Originally Posted by red81
^ ceramics friend:
have her set up a linked in account , listing her company and her skills. have her connect with a few friends and set up a "network" there. eventually a name will pop up that might help her.
Originally Posted by Abraxis
Yup the startup I was at abused the hell out of Stanford/Berkeley/Ivy unpaid interns who were happy to do social media/brand awareness stuff part time just for the experience. (As well as cold calling, sales, operations and account management and design work).
A lot of really talented college kids live in fear of the job search process and so internships, even unpaid, doing tech-stuff is really attractive and a lot of them are very tech-savy (naturally). Imo should pay them though after they've ramped up and demonstrated value through, but we were broke I guess.
Originally Posted by snowmanxl
Notwithit, Maybe she could join some type of online ceramacist community.
I've met a bunch of ppl thanks to StyleForum
Thanks for the input...I'll keep badgering her to get more into the professional networking stuff (which she kind of hates) and the exploitation of well-meaning college students (which sounds kinda fun).
Originally Posted by Biggskip @notwithit
Something your friend may need to think about is scalability.
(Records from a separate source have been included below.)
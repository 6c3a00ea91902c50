package org.risetrace.io;

import org.junit.jupiter.api.Test;
import org.risetrace.calibration.Profiles;
import org.risetrace.frame.Frame;

import java.io.IOException;
import java.net.URISyntaxException;
import java.nio.file.Files;
import java.nio.file.Path;
import java.util.List;
import java.util.stream.Stream;

import static org.junit.jupiter.api.Assertions.assertEquals;
import static org.junit.jupiter.api.Assertions.assertTrue;

/**
 * Files made by other software (ImageMagick 6.9.11, libtiff 4.5 tiffcp, netpbm 11; commands in
 * fixtures/import/README.md) from one source pattern, count(x, y) = 27315 + 37 x + 101 y on 64 x 48 pixels.
 * Every container, compression, layout and byte order must give the same counts.
 */
class FixtureTest {
    static Path fixture(String name) {
        try {
            return Path.of(FixtureTest.class.getResource("/fixtures/import/" + name).toURI());
        } catch (URISyntaxException e) {
            throw new IllegalStateException(e);
        }
    }

    static List<Path> fixtures(String prefix) throws IOException {
        try (Stream<Path> s = Files.list(fixture("README.md").getParent())) {
            return s.filter(p -> p.getFileName().toString().startsWith(prefix)).sorted().toList();
        }
    }

    @Test
    void everySixteenBitFixtureGivesThePatternCounts() throws IOException {
        List<Path> files = fixtures("u16-");
        // 16 TIFF (4 compressions x strips/tiles x 2 byte orders) + 2 partial strip/tile + 2 with predictor
        // + 2 PNG + 3 PGM
        assertEquals(25, files.size(), files.toString());
        for (Path f : files) {
            Frame frame = FrameReaders.read(f, ReadContext.of(Profiles.load("u16-centikelvin")));
            assertEquals(64, frame.width(), f.toString());
            assertEquals(48, frame.height(), f.toString());
            assertEquals(16, frame.decoding().bitDepth(), f.toString());
            for (int y = 0; y < 48; y++)
                for (int x = 0; x < 64; x++) {
                    // u16-centikelvin: 0.01 K per count, 0 degC = 273.15 K (SI)
                    double expected = TestImages.count(x, y) * 0.01 - 273.15;
                    assertEquals(expected, frame.at(x, y), 1e-4, f.getFileName() + " pixel " + x + "," + y);
                }
        }
    }

    @Test
    void tiffDetailNamesCompressionLayoutAndByteOrder() {
        Frame f = FrameReaders.read(fixture("u16-zip-predictor-tiles-msb.tif"), ReadContext.defaults());
        String d = f.decoding().detail();
        assertTrue(d.contains("Deflate") && d.contains("tiled") && d.contains("big-endian")
                && d.contains("predictor"), d);
        Frame g = FrameReaders.read(fixture("u16-packbits-strips-lsb.tif"), ReadContext.defaults());
        assertTrue(g.decoding().detail().contains("PackBits") && g.decoding().detail().contains("little-endian"),
                g.decoding().detail());
    }

    @Test
    void floatTiffFromImageMagickHoldsItsNormalisedSamples() throws IOException {
        List<Path> files = fixtures("f32-");
        assertEquals(3, files.size());
        for (Path f : files) {
            Frame frame = FrameReaders.read(f, ReadContext.of(Profiles.load("f32-celsius")));
            assertEquals(32, frame.decoding().bitDepth());
            for (int y = 0; y < 48; y++)
                for (int x = 0; x < 64; x++) {
                    // ImageMagick writes floating-point TIFF samples as value / QuantumRange (65535 at Q16)
                    double expected = TestImages.count(x, y) / 65535.0;
                    assertEquals(expected, frame.at(x, y), 1e-6, f.getFileName() + " pixel " + x + "," + y);
                }
        }
    }

    @Test
    void eightBitGreyFixturesMapThroughTheSpan() throws IOException {
        double[] span = {20.0, 45.5};
        for (String name : new String[]{"grey8-imagemagick.png", "grey8-imagemagick.tif", "grey8-imagemagick.bmp",
                "grey8-imagemagick.jpg"}) {
            Frame frame = FrameReaders.read(fixture(name), new ReadContext(Profiles.load("u8-span"), span,
                    ReadContext.DEFAULT_MAX_PIXELS));
            boolean lossy = name.endsWith(".jpg");
            for (int y = 0; y < 48; y++)
                for (int x = 0; x < 64; x++) {
                    int grey = (3 * x + 5 * y) & 0xFF;
                    double expected = span[0] + (span[1] - span[0]) * grey / 255.0; // linear span, by definition
                    // JPEG at quality 100 is still lossy: allow 3 grey levels (common practice)
                    double tol = lossy ? 3 * (span[1] - span[0]) / 255.0 : 1e-4;
                    assertEquals(expected, frame.at(x, y), tol, name + " pixel " + x + "," + y);
                }
        }
    }

    @Test
    void colourGradientFromImageMagickIsRefused() {
        org.risetrace.frame.InputRejected e = org.junit.jupiter.api.Assertions.assertThrows(
                org.risetrace.frame.InputRejected.class,
                () -> FrameReaders.read(fixture("colour-gradient.png"), ReadContext.defaults()));
        assertTrue(e.getMessage().contains("colour-gradient.png")
                && e.getMessage().contains("colour palette image: export radiometric or greyscale frames"), e.getMessage());
    }
}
If your friend is so busy on the production side that she isn't able to maintain her etsy page AND
the sale of all her goods at that work rate generates, let's say $50k a year in revenue, then she has a problem. It won't really matter how big her presence gets, she won't have the capacity to meet the demand.
Does she have ability to contract out some of this work? Are all her pieces crafted by her personally?
Look at somebody like @artishard116
, he comes up with a design, sends it off to the manufacturer, and it doesn't really matter if he needs 1 shirt or 100. The manufacturer will be able to acommodate his request with ease. So art is free to spend his time creating his next great design and/or building his brand presence.
This is actually not a huge problem. Splitting time between design and production (plus the little stuff like packing and shipping orders and working with suppliers), she can produce a good amount. She can double it (or thereabouts) if she trains someone to assemble the jewelry (which was part of her former job at a jewelry studio). She could also pay someone to cut and construct the actual pendants, although the work is quite a bit more nuanced and it would be a little more logistically difficult to arrange. That would just leave her with glazing and firing the pieces - she definitely wouldn't give up the glazing part - and developing new designs (which would be sped up by having employees produce the prototypes based on her designs).
Originally Posted by Bam!ChairDance
the absolute best scenario is when you find a model whose body is similar to yours. it's like the rosetta stone of e-commerce
The regularity with which web shops list the model's dimensions as 6'1" (+/- 1") and 160 lbs. (+/- 5 lbs) with a 38" (maybe up to 40") chest is kind of awesome. For me, that is; less so for other people.